C'est une vaste question. Il ressort de notre étude que, entre Saint-Martin et Saint-Barthélemy, les situations sont très différentes ; si bien que la crise provoquée par Irma n'y a pas du tout été gérée de la même manière. Plusieurs facteurs, notamment des facteurs externes, l'expliquent. À Saint-Martin, tout d'abord, le centre opérationnel territorial (COT) a été très endommagé : les autorités se sont retrouvées piégées dans la préfecture, en prise à des vents violents et à des bâtiments inondés. Saint Barthélemy n'a pas connu un problème semblable.
Les populations, mais aussi les autorités elles-mêmes, ont évoqué le problème de l'anticipation. Personne ne s'imaginait que le cyclone serait aussi violent. Le dernier cyclone en date – Luis –, en 1995, avait été très long – trente-six heures – et assez puissant – il était de catégorie 4. Tout le monde avait gardé à l'esprit ce niveau d'intensité. Or, si Irma a duré moins longtemps, il a été beaucoup plus intense, l'œil du cyclone étant passé sur les deux îles. Ces territoires ont manifestement été confrontés à des difficultés d'anticipation de l'intensité de l'aléa : on est passé de la vigilance orange à la vigilance violette en l'espace de quelques heures.
On a toutefois observé de grandes différences entre les deux territoires. À Saint-Barthélemy, le président de la collectivité a affirmé, après le passage de l'ouragan, qu'il pouvait se débrouiller sans l'aide de l'État. Une certaine anticipation avait eu lieu. Des engins de nettoyage des routes avaient été prépositionnnés en collaboration avec les entreprises de l'île. On a observé une forme d'auto-organisation associant la population, les entreprises et la collectivité ; elle était le fruit d'une certaine préparation mais résultait aussi, pour une part, d'actions spontanées. Très vite, le nettoyage des routes a commencé, la collectivité a installé des bornes wifi afin de rétablir les communications, le ravitaillement a été assuré d'une manière assez efficace, aux dires de la population. Une grande majorité des habitants a salué la gestion de la crise.
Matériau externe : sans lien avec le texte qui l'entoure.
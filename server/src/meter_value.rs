//! `loopbal meter-value`: what each meter is worth to a figure and which new meter would help
//! it most, for one period of a readings file (docs/meter-value.md). Reads the files as
//! `loopbal reconcile` does, reconciles the chosen period as `period_run` does, and writes the
//! engine's answer (reconcile::meter_value) as JSON, the same as the service's route.

use std::io::Write;
use std::path::Path;
use std::process::ExitCode;

use anyhow::Context;
use chrono::{DateTime, Utc};
use reconcile::meter_value::{Accuracies, Request, WeightedFigure};

use crate::period_run;
use crate::results::meter_value::{of_period, PeriodValue};
use crate::results::ResultsError;
use crate::BadInput;

pub struct Options<'a> {
    pub model: &'a Path,
    pub readings: &'a Path,
    pub period: Option<DateTime<Utc>>,
    /// `NAME:SUBJECT[=WEIGHT]`, one or more.
    pub figures: &'a [String],
    pub add_best: Option<usize>,
    pub flow_sigma_pct: Option<f64>,
    pub flow_sigma: Option<f64>,
    pub analyser_sigma: Option<f64>,
}

/// One figure as written `NAME:SUBJECT` or `NAME:SUBJECT=WEIGHT` (the subject may itself hold
/// a colon: `component_flow:STREAM:COMPONENT`).
pub fn parse_figure(text: &str) -> Result<WeightedFigure, String> {
    let shape = || format!("figure \"{text}\": write NAME:SUBJECT or NAME:SUBJECT=WEIGHT");
    let (figure, weight) = match text.rsplit_once('=') {
        Some((figure, weight)) => {
            let w: f64 = weight.trim().parse().map_err(|_| {
                format!("figure \"{text}\": the weight \"{weight}\" is not a number")
            })?;
            (figure, w)
        }
        None => (text, 1.0),
    };
    let (name, subject) = figure.split_once(':').ok_or_else(shape)?;
    if name.trim().is_empty() || subject.trim().is_empty() {
        return Err(shape());
    }
    Ok(WeightedFigure {
        name: name.trim().to_string(),
        subject: subject.trim().to_string(),
        weight,
    })
}

/// The engine's request from what was asked, the accuracies defaulted where not given.
pub fn request(
    figures: &[String],
    add_best: Option<usize>,
    flow_sigma_pct: Option<f64>,
    flow_sigma: Option<f64>,
    analyser_sigma: Option<f64>,
) -> Result<Request, String> {
    let defaults = Accuracies::default();
    Ok(Request {
        figures: figures
            .iter()
            .map(|f| parse_figure(f))
            .collect::<Result<_, _>>()?,
        accuracies: Accuracies {
            flow_sigma_pct: flow_sigma_pct.unwrap_or(defaults.flow_sigma_pct),
            flow_sigma,
            analyser_sigma: analyser_sigma.unwrap_or(defaults.analyser_sigma),
        },
        add_best,
    })
}

pub fn meter_value(opts: &Options) -> anyhow::Result<ExitCode> {
    let plant = crate::model_file::load(opts.model)?;
    let request = request(
        opts.figures,
        opts.add_best,
        opts.flow_sigma_pct,
        opts.flow_sigma,
        opts.analyser_sigma,
    )
    .map_err(|e| BadInput::new(format!("meter-value: {e}")))?;
    let (start, readings) = crate::run::one_period(&plant, opts.readings, opts.period, "period")?;
    // A file has no technicians' notes: no meter is out of service.
    let analysis = period_run::analyse(&plant, start, readings, Vec::new());
    let answer: PeriodValue = match of_period(&plant, start, &analysis, &request) {
        Ok(answer) => answer,
        // A period that did not reconcile is a failed run on good input.
        Err(ResultsError::NotReconciled(e)) => anyhow::bail!("meter-value: {e}"),
        Err(e) => return Err(BadInput::new(format!("meter-value: {e}")).into()),
    };
    let mut stdout = std::io::stdout().lock();
    serde_json::to_writer_pretty(&mut stdout, &answer)
        .map_err(anyhow::Error::from)
        .and_then(|()| writeln!(stdout).map_err(anyhow::Error::from))
        .context("cannot write the meter value to standard output")?;
    Ok(ExitCode::SUCCESS)
}

#[cfg(test)]
mod tests {
    use super::parse_figure;

    #[test]
    fn a_figure_is_name_subject_and_an_optional_weight() {
        let f = parse_figure("purge_fraction:purge").unwrap();
        assert_eq!(
            (f.name.as_str(), f.subject.as_str(), f.weight),
            ("purge_fraction", "purge", 1.0)
        );
        let f = parse_figure("component_flow:purge:CH4=2.5").unwrap();
        assert_eq!(
            (f.name.as_str(), f.subject.as_str(), f.weight),
            ("component_flow", "purge:CH4", 2.5)
        );
        for bad in ["purge_fraction", ":purge", "purge_fraction:", "a:b=heavy"] {
            let e = parse_figure(bad).unwrap_err();
            assert!(e.contains(bad), "{e}");
        }
    }
}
À Saint-Martin, les choses se sont déroulées de manière assez différente. D'abord, les pillages qui ont eu lieu dans les heures qui ont suivi la fin de l'ouragan ont perturbé la gestion de la crise. Les autorités, les services de secours et de police ont dû agir contre ces pillages, qui ont duré plusieurs jours et qui, selon les témoignages que certains nous ont livrés, ont fait plus de mal que le cyclone. Le traumatisme que ce dernier a causé a été très vite remplacé par le choc consécutif aux pillages.
Ensuite, pour reprendre les propos tenus lors des entretiens que nous avons eus avec les autorités locales et la population, la gestion de crise à Saint-Martin a été jugée désorganisée. Beaucoup, par exemple, n'ont pas compris pourquoi l'État n'avait pas prépositionné des services de secours supplémentaires dans l'île. Les autorités l'ont expliqué par la suite mais cette perception est demeurée dans les esprits. On ne savait pas exactement où ni à quelle heure avaient lieu les ravitaillements. Certains quartiers ont été jugés privilégiés par rapport à d'autres. La perception d'un manque d'anticipation a conduit à un sentiment de méfiance, qui vis-à-vis de l'État, qui à l'endroit de la collectivité – sans que l'on puisse établir une typologie des personnes selon l'institution qu'elles visaient.
La reconstruction a été plus rapide à Saint-Barthélemy qu'à Saint-Martin, ce qui s'explique, d'une part, parce que Saint-Barthélemy est plus petit et, d'autre part, parce que les constructions à Saint-Barthélemy sont moins vulnérables qu'à Saint-Martin, où l'urbanisation est parfois un peu anarchique. À titre d'exemple, le quartier de Sandy-Ground, situé en bord de mer, où l'on recourt souvent à l'autoconstruction, est plus fragile, aussi bien face au vent qu'à la mer.